The minutes of the Annual General Meeting will be made available on the Company's website https://solwers.com/for-investors/shareholders/annual-general-meeting-2024/  by 9 May 2024 at the latest.

Resolutions of the Organisational Meeting of the Board of Directors of Solwers Plc

Organisation of the Board of Directors

Solwers Plc's new Board of Directors convened on Thursday 25.4.2024, following the Annual General Meeting.

The Board of Directors reappointed from among its members Leif Sebbas as the Chair. The other members of the Board of Directors are Hanna-Maria Heikkinen, John Lindahl, Emma Papakosta and Johanna Grönroos.

Pursuant to the Board of Directors' assessment all members of the Board of Directors are independent of the Company and its significant shareholders, with the exception of Leif Sebbas, who is assessed not to be independent of the Company's significant shareholders FME Consulting Oy and CEB Invest Oy.
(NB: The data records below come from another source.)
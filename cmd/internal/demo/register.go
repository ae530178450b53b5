package demo

import (
	"fmt"
	"math/rand/v2"
	"strings"
)

var englishUse = [numUses]string{"detached house", "semi-detached house", "terraced house", "block of flats", "school", "nursery",
	"community hall", "church", "care home", "sports hall", "office", "shop", "workshop"}

var englishWall = []string{"solid brick", "stone", "cavity wall", "filled cavity", "concrete panel", "hollow block", "timber frame"}

var englishVentilation = []string{"natural", "passive stack", "extract fan", "demand-controlled extract", "balanced", "balanced with heat recovery", "unknown"}

var englishHeating = []string{"boiler", "condensing boiler", "district heating", "heat pump", "electric heating", "stoves"}

var englishCarrier = []string{"gas", "oil", "district heat", "electricity", "wood"}

func attachment(a *asset) string {
	switch {
	case a.use == terraced && a.attached == 1:
		return "end terrace"
	case a.use == terraced:
		return "mid terrace"
	}
	return []string{"detached", "one side attached", "attached both sides"}[a.attached]
}

func yesNo(b bool) string { return choose(b, "yes", "no") }

// builtEnglish writes a year of building as registers do: old ones roughly.
func builtEnglish(a *asset, rng *rand.Rand) any {
	switch x := rng.Float64(); {
	case a.year < 1900 && x < 0.5:
		return "before 1900"
	case a.year < 1919 && x < 0.4:
		return fmt.Sprintf("c. %d", (a.year+2)/5*5)
	case x < 0.06:
		return decade(a.year)
	}
	return a.year
}

var registerColumns = []column{
	{"Asset ID", "", 11, 0, func(a *asset, _ *rand.Rand) any { return a.id }},
	{"Name", "", 26, 0, func(a *asset, _ *rand.Rand) any { return choose[any](a.name == "", nil, a.name) }},
	{"Street", "", 24, 0.01, func(a *asset, _ *rand.Rand) any { return fmt.Sprintf("%s %d", a.street, a.house) }},
	{"Postcode", "", 10, 0.02, func(a *asset, _ *rand.Rand) any { return postcode(a) }},
	{"Town", "", 13, 0, func(a *asset, _ *rand.Rand) any { return a.town.name }},
	{"District", "", 10, 0.05, func(a *asset, _ *rand.Rand) any { return a.quarter }},
	{"Use", "", 20, 0.01, func(a *asset, _ *rand.Rand) any { return englishUse[a.use] }},
	{"Attachment", "", 16, 0.1, func(a *asset, _ *rand.Rand) any { return attachment(a) }},
	{"Year built", "", 12, 0.03, builtEnglish},
	{"Windows renewed", "year", 10, 0.25, func(a *asset, _ *rand.Rand) any { return year(a.yearWindows) }},
	{"Roof renewed", "year", 10, 0.3, func(a *asset, _ *rand.Rand) any { return year(a.yearRoof) }},
	{"Heated floor area", "m2", 11, 0.02, func(a *asset, _ *rand.Rand) any { return a.floorAreaM2 }},
	{"Volume", "m3", 11, 0.45, func(a *asset, rng *rand.Rand) any {
		if rng.Float64() < 0.15 { // floor area times storey height
			return formula{"L{r}*N{r}", round(a.floorAreaM2*round(a.storeyHeightM, 2), 1)}
		}
		return round(a.volumeM3(), 0)
	}},
	{"Storey height", "m", 9, 0.4, func(a *asset, _ *rand.Rand) any { return round(a.storeyHeightM, 2) }},
	{"Storeys", "", 9, 0.06, func(a *asset, _ *rand.Rand) any { return a.storeys }},
	{"Window area", "m2", 9, 0.7, func(a *asset, rng *rand.Rand) any { return measured(rng, a.windowM2, 0.04, 1) }},
	{"Wall construction", "", 17, 0.3, func(a *asset, _ *rand.Rand) any { return englishWall[a.wall] }},
	{"Roof type", "", 14, 0.25, func(a *asset, _ *rand.Rand) any {
		return choose(a.flat, "flat roof", choose(a.attic, "room in roof", "cold loft"))
	}},
	{"Basement", "", 18, 0.35, func(a *asset, _ *rand.Rand) any {
		return choose(a.cellar, "unheated basement", "slab on ground")
	}},
	{"Ventilation type", "", 26, 0.3, func(a *asset, rng *rand.Rand) any {
		if rng.Float64() < 0.15 {
			return englishVentilation[unknown]
		}
		return englishVentilation[a.ventilation]
	}},
	{"Heating system", "", 18, 0.1, func(a *asset, _ *rand.Rand) any { return englishHeating[a.heating] }},
	{"Fuel", "", 13, 0.12, func(a *asset, _ *rand.Rand) any { return englishCarrier[a.carrier] }},
	{"Dwellings", "", 10, 0.03, func(a *asset, _ *rand.Rand) any { return year(a.dwellings) }},
	{"Flats let", "", 9, 0.2, func(a *asset, _ *rand.Rand) any { return choose[any](a.use == block, a.let, nil) }},
	{"Occupants", "", 10, 0.5, func(a *asset, _ *rand.Rand) any { return year(a.occupants) }},
	{"Listed", "", 8, 0.15, func(a *asset, _ *rand.Rand) any { return yesNo(a.listed) }},
	{"Facade must stay", "", 9, 0.5, func(a *asset, _ *rand.Rand) any { return yesNo(a.facadeStays) }},
	{"Cost centre", "", 11, 0, func(a *asset, _ *rand.Rand) any { return fmt.Sprintf("CC-%02d", 10+int(a.use)) }},
}

func postcode(a *asset) string {
	return fmt.Sprintf("%s %d", a.town.postcode, 100+len(a.street)*7+len(a.quarter))
}

// writeRegister writes the estates department's register: the housing on one
// sheet, what is let to firms on another, in square feet.
func writeRegister(path string, stock []asset, rng *rand.Rand) error {
	housing := choosing(stock, func(a *asset) bool { return a.held.register && !a.use.commercial() })
	l := newList(registerColumns, housing, rng)
	// A formula is only as good as the cells that it multiplies.
	area, height, volume := l.index("Heated floor area"), l.index("Storey height"), l.index("Volume")
	l.spoil(rng, "Heated floor area", 3, always("see plan"))
	l.spoil(rng, "Heated floor area", 9, wordy("approx. %s"))
	l.spoil(rng, "Heated floor area", 12, wordy("%s m²"))
	l.spoil(rng, "Heated floor area", 6, always("n/a"))
	l.spoil(rng, "Heated floor area", 3, negative)
	l.spoil(rng, "Volume", 6, always("?"))
	l.spoil(rng, "Volume", 3, times(100))
	l.spoil(rng, "Volume", 5, wordy("%s cbm"))
	for _, row := range l.rows {
		if _, ok := row[volume].(formula); ok {
			_, a := number(row[area])
			_, h := number(row[height])
			if !a || !h || row[area].(float64) < 0 {
				row[volume] = nil
			}
		}
	}
	l.spoil(rng, "Year built", 1.5, always(19667))
	l.spoil(rng, "Year built", 1.5, always(2107))
	l.spoil(rng, "Year built", 5, always(0))
	l.spoil(rng, "Storeys", 6, always("tbc"))
	l.spoil(rng, "Window area", 3, times(20))
	l.spoil(rng, "Ventilation type", 2, always("see M&E file"))
	l.spoil(rng, "Ventilation type", 15, func(v any) any { return strings.ToUpper(v.(string)) })
	l.spoil(rng, "Asset ID", 2, always(nil))
	l.double(rng, 2, nil)
	l.double(rng, 2, func(row []any) { row[area] = times(1.1)(row[area]) })
	l.blank(400)
	total := []any{"Total", nil, nil, nil, nil, nil, nil, nil, nil, nil, nil, formula{fmt.Sprintf("SUM(L6:L%d)", 5+len(l.rows)), round(sum(l.rows, area), 0)}}

	b, err := newBook()
	if err != nil {
		return err
	}
	err = b.add(page{name: "Register", list: l, bold: 2,
		above: [][]any{{Landlord + " - estates register"}, {"As at 15 January 2025"}, nil, l.heads(), l.units()}, below: [][]any{nil, total}})
	if err != nil {
		return err
	}
	if err := b.add(commercial(stock, rng)); err != nil {
		return err
	}
	for _, p := range []page{
		{name: "Notes", above: [][]any{{"How to read this register"}, {"Areas come from the rent roll where no survey was made."}, {"Volumes with a formula are floor area times storey height."}, {"Questions: estates desk, room 214."}}},
		{name: "Lists", hidden: true, above: [][]any{{"Cost centres"}, {"CC-10"}, {"CC-11"}, {"CC-12"}, {"CC-13"}}},
	} {
		if err := b.add(p); err != nil {
			return err
		}
	}
	return b.save(path, "Estates department", "2025-01-15")
}

const (
	footM = 0.3048 // exact
	ft2M2 = footM * footM
)

// commercial is the sheet of what is let to firms.
func commercial(stock []asset, rng *rand.Rand) page {
	of := func(head string) column { return registerColumns[(&list{columns: registerColumns}).index(head)] }
	area := of("Heated floor area")
	area.unit, area.hole = "sq ft", 0
	area.value = func(a *asset, _ *rand.Rand) any { return round(a.floorAreaM2/ft2M2, 0) }
	height := of("Storey height")
	height.unit = "ft"
	height.value = func(a *asset, _ *rand.Rand) any { return round(a.storeyHeightM/footM, 1) }
	l := newList([]column{of("Asset ID"), of("Name"), of("Street"), of("Town"), of("Use"), of("Year built"),
		of("Windows renewed"), area, height, of("Storeys"), of("Wall construction"), of("Ventilation type"), of("Heating system"), of("Fuel"),
		of("Listed")},
		choosing(stock, func(a *asset) bool { return a.held.register && a.use.commercial() }), rng)
	l.spoil(rng, "Heated floor area", 8, wordy("%s sq ft"))
	return page{name: "Commercial", list: l, bold: 2, above: [][]any{{Landlord + " - let to firms"}, {"As at 15 January 2025, areas from the leases"}, l.heads(), l.units()}}
}

func choosing(stock []asset, want func(*asset) bool) []*asset {
	var out []*asset
	for i := range stock {
		if want(&stock[i]) {
			out = append(out, &stock[i])
		}
	}
	return out
}

func sum(rows [][]any, column int) float64 {
	s := 0.0
	for _, row := range rows {
		if column < len(row) {
			if v, ok := number(row[column]); ok {
				s += v
			}
		}
	}
	return s
}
Composition of the Board Committees

The Board appointed the committee members as follows:

Audit Committee:

  • Johanna Grönroos, Chair
  • Leif Sebbas, Member
  • John Lindahl, Member

Nomination and Remuneration Committee:

  • John Lindahl, Chair
  • Emma Papakosta, Member
  • Hanna-Maria Heikkinen, Member

Solwers Plc

Board of Directors

Certified Advisor: UB Corporate Finance Oy, ubs@unitedbankers.fi

Distribution:

Enquiries:

Jasmine Jussila, Head of Group Communications, Solwers Plc, tel. +358 40 500 4760, jasmine.jussila@solwers.fi

Solwers Plc

Solwers is a growth-oriented group of expert companies that acts as a growth platform for the companies it owns and challenges the traditional practices of the built environment consulting industry. More than 25 operative Solwers companies offer a wide range of engineering and project management services, employing more than 700 experts in Finland and Sweden.